[Saved entries]
· · · · ·

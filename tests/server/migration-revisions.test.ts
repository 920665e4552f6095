// Migration 0003 on a database that already has kits (made at 0002, when a kit row held its layout): each
// kit becomes revision 1 of itself, the layout moves to the revision, and scripts/migrate.ts's backfill
// gives it the engine's summary and the kit its library columns. Runs in a scratch database of its own.
import { cpSync, mkdtempSync, readFileSync, rmSync, writeFileSync } from "node:fs";
import { tmpdir } from "node:os";
import { join } from "node:path";
import { fileURLToPath } from "node:url";
import { drizzle } from "drizzle-orm/node-postgres";
import { migrate } from "drizzle-orm/node-postgres/migrator";
import { Pool } from "pg";
import { afterAll, beforeAll, describe, expect, it } from "vitest";
import { TARNWICK_10_THIN_NECK } from "@/contracts/demo-layouts";
import { analyzeLayout } from "@/engine";
import { backfillSummaries } from "../../scripts/lib/backfill-summaries";

const drizzleDir = fileURLToPath(new URL("../../drizzle", import.meta.url));
const name = `kb_migration_${Math.random().toString(36).slice(2, 10)}`;
let admin: Pool;
let pool: Pool;
let before0003: string;

beforeAll(async () => {
  admin = new Pool({ connectionString: process.env.DATABASE_URL, max: 1 });
  await admin.query(`create database ${name}`);
  const url = new URL(process.env.DATABASE_URL!);
  url.pathname = `/${name}`;
  pool = new Pool({ connectionString: url.toString(), max: 1 });
  // The migrations as they stood before 0003: the same files, the journal cut after 0002.
  before0003 = mkdtempSync(join(tmpdir(), "kb-migrations-"));
  cpSync(drizzleDir, before0003, { recursive: true });
  const journal = JSON.parse(readFileSync(join(before0003, "meta/_journal.json"), "utf8")) as { entries: { idx: number }[] };
  journal.entries = journal.entries.filter((e) => e.idx < 3);
  writeFileSync(join(before0003, "meta/_journal.json"), JSON.stringify(journal));
});

afterAll(async () => {
  await pool?.end();
  await admin?.query(`drop database if exists ${name}`);
  await admin?.end();
  if (before0003) rmSync(before0003, { recursive: true, force: true });
});

describe("migration 0003 with kits already there", () => {
  it("makes each kit revision 1 of itself with its layout, and the backfill adds the engine's summary", async () => {
    await migrate(drizzle({ client: pool }), { migrationsFolder: before0003 });
    await pool.query("insert into users (id, name, email) values ('u-old', 'Older Hand', 'older@test.example')");
    await pool.query("insert into workspaces (id, name, slug) values ('w-old', 'Old bench', 'old-bench')");
    const { rows } = await pool.query<{ id: string }>(
      "insert into kits (workspace_id, name, scale, layout, created_by, updated_by, version) values ('w-old', 'Kept kit', '1:10', $1, 'u-old', 'u-old', 4) returning id",
      [JSON.stringify(TARNWICK_10_THIN_NECK)],
    );
    const kitId = rows[0]!.id;

    await migrate(drizzle({ client: pool }), { migrationsFolder: drizzleDir });
    const revs = await pool.query("select number, kind, layout, author_id, summary from kit_revisions where kit_id = $1", [kitId]);
    expect(revs.rows).toEqual([{ number: 1, kind: "migrated", layout: TARNWICK_10_THIN_NECK, author_id: "u-old", summary: null }]);
    const kit = await pool.query("select head_revision, version, shelf_refs from kits where id = $1", [kitId]);
    expect(kit.rows[0]).toEqual({ head_revision: 1, version: 4, shelf_refs: [] });
    const columns = await pool.query("select column_name from information_schema.columns where table_name = 'kits' and column_name = 'layout'");
    expect(columns.rowCount).toBe(0);

    expect(await backfillSummaries(pool)).toBe(1);
    const expected = analyzeLayout(TARNWICK_10_THIN_NECK);
    const after = await pool.query<{ summary: { ok: boolean; safetyFactor: number }; lock_deg: number; safety_factor: number }>(
      "select r.summary, k.lock_deg, k.safety_factor from kits k join kit_revisions r on r.kit_id = k.id and r.number = k.head_revision where k.id = $1",
      [kitId],
    );
    expect(after.rows[0]!.summary.ok).toBe(true);
    expect(after.rows[0]!.summary.safetyFactor).toBeCloseTo(expected.strength.safetyFactor, 9);
    expect(after.rows[0]!.lock_deg).toBeCloseTo(expected.steerLock.worst.innerDeg, 9);
    // A second run finds nothing left to do.
    expect(await backfillSummaries(pool)).toBe(0);
  });
});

· · · · ·

* DESCRIPTION OF THE TASK
Recopy the entries above exactly, with every line included.

* EXERCISE RESPONSE
filename tests/server/migration-revisions.test.ts
repository 920665e4552f6095
// Migration 0003 on a database that already has kits (made at 0002, when a kit row held its layout): each
// kit becomes revision 1 of itself, the layout moves to the revision, and scripts/migrate.ts's backfill
// gives it the engine's summary and the kit its library columns. Runs in a scratch database of its own.
import { cpSync, mkdtempSync, readFileSync, rmSync, writeFileSync } from "node:fs";
import { tmpdir } from "node:os";
import { join } from "node:path";
import { fileURLToPath } from "node:url";
import { drizzle } from "drizzle-orm/node-postgres";
import { migrate } from "drizzle-orm/node-postgres/migrator";
import { Pool } from "pg";
import { afterAll, beforeAll, describe, expect, it } from "vitest";
import { TARNWICK_10_THIN_NECK } from "@/contracts/demo-layouts";
import { analyzeLayout } from "@/engine";
import { backfillSummaries } from "../../scripts/lib/backfill-summaries";

const drizzleDir = fileURLToPath(new URL("../../drizzle", import.meta.url));
const name = `kb_migration_${Math.random().toString(36).slice(2, 10)}`;
let admin: Pool;
let pool: Pool;
let before0003: string;

beforeAll(async () => {
  admin = new Pool({ connectionString: process.env.DATABASE_URL, max: 1 });
  await admin.query(`create database ${name}`);
  const url = new URL(process.env.DATABASE_URL!);
  url.pathname = `/${name}`;
  pool = new Pool({ connectionString: url.toString(), max: 1 });
  // The migrations as they stood before 0003: the same files, the journal cut after 0002.
  before0003 = mkdtempSync(join(tmpdir(), "kb-migrations-"));
  cpSync(drizzleDir, before0003, { recursive: true });
  const journal = JSON.parse(readFileSync(join(before0003, "meta/_journal.json"), "utf8")) as { entries: { idx: number }[] };
  journal.entries = journal.entries.filter((e) => e.idx < 3);
  writeFileSync(join(before0003, "meta/_journal.json"), JSON.stringify(journal));
});

afterAll(async () => {
  await pool?.end();
  await admin?.query(`drop database if exists ${name}`);
  await admin?.end();
  if (before0003) rmSync(before0003, { recursive: true, force: true });
});

describe("migration 0003 with kits already there", () => {
  it("makes each kit revision 1 of itself with its layout, and the backfill adds the engine's summary", async () => {
    await migrate(drizzle({ client: pool }), { migrationsFolder: before0003 });
    await pool.query("insert into users (id, name, email) values ('u-old', 'Older Hand', 'older@test.example')");
    await pool.query("insert into workspaces (id, name, slug) values ('w-old', 'Old bench', 'old-bench')");
    const { rows } = await pool.query<{ id: string }>(
      "insert into kits (workspace_id, name, scale, layout, created_by, updated_by, version) values ('w-old', 'Kept kit', '1:10', $1, 'u-old', 'u-old', 4) returning id",
      [JSON.stringify(TARNWICK_10_THIN_NECK)],
    );
    const kitId = rows[0]!.id;

    await migrate(drizzle({ client: pool }), { migrationsFolder: drizzleDir });
    const revs = await pool.query("select number, kind, layout, author_id, summary from kit_revisions where kit_id = $1", [kitId]);
    expect(revs.rows).toEqual([{ number: 1, kind: "migrated", layout: TARNWICK_10_THIN_NECK, author_id: "u-old", summary: null }]);
    const kit = await pool.query("select head_revision, version, shelf_refs from kits where id = $1", [kitId]);
    expect(kit.rows[0]).toEqual({ head_revision: 1, version: 4, shelf_refs: [] });
    const columns = await pool.query("select column_name from information_schema.columns where table_name = 'kits' and column_name = 'layout'");
    expect(columns.rowCount).toBe(0);

    expect(await backfillSummaries(pool)).toBe(1);
    const expected = analyzeLayout(TARNWICK_10_THIN_NECK);
    const after = await pool.query<{ summary: { ok: boolean; safetyFactor: number }; lock_deg: number; safety_factor: number }>(
      "select r.summary, k.lock_deg, k.safety_factor from kits k join kit_revisions r on r.kit_id = k.id and r.number = k.head_revision where k.id = $1",
      [kitId],
    );
    expect(after.rows[0]!.summary.ok).toBe(true);
    expect(after.rows[0]!.summary.safetyFactor).toBeCloseTo(expected.strength.safetyFactor, 9);
    expect(after.rows[0]!.lock_deg).toBeCloseTo(expected.steerLock.worst.innerDeg, 9);
    // A second run finds nothing left to do.
    expect(await backfillSummaries(pool)).toBe(0);
  });
});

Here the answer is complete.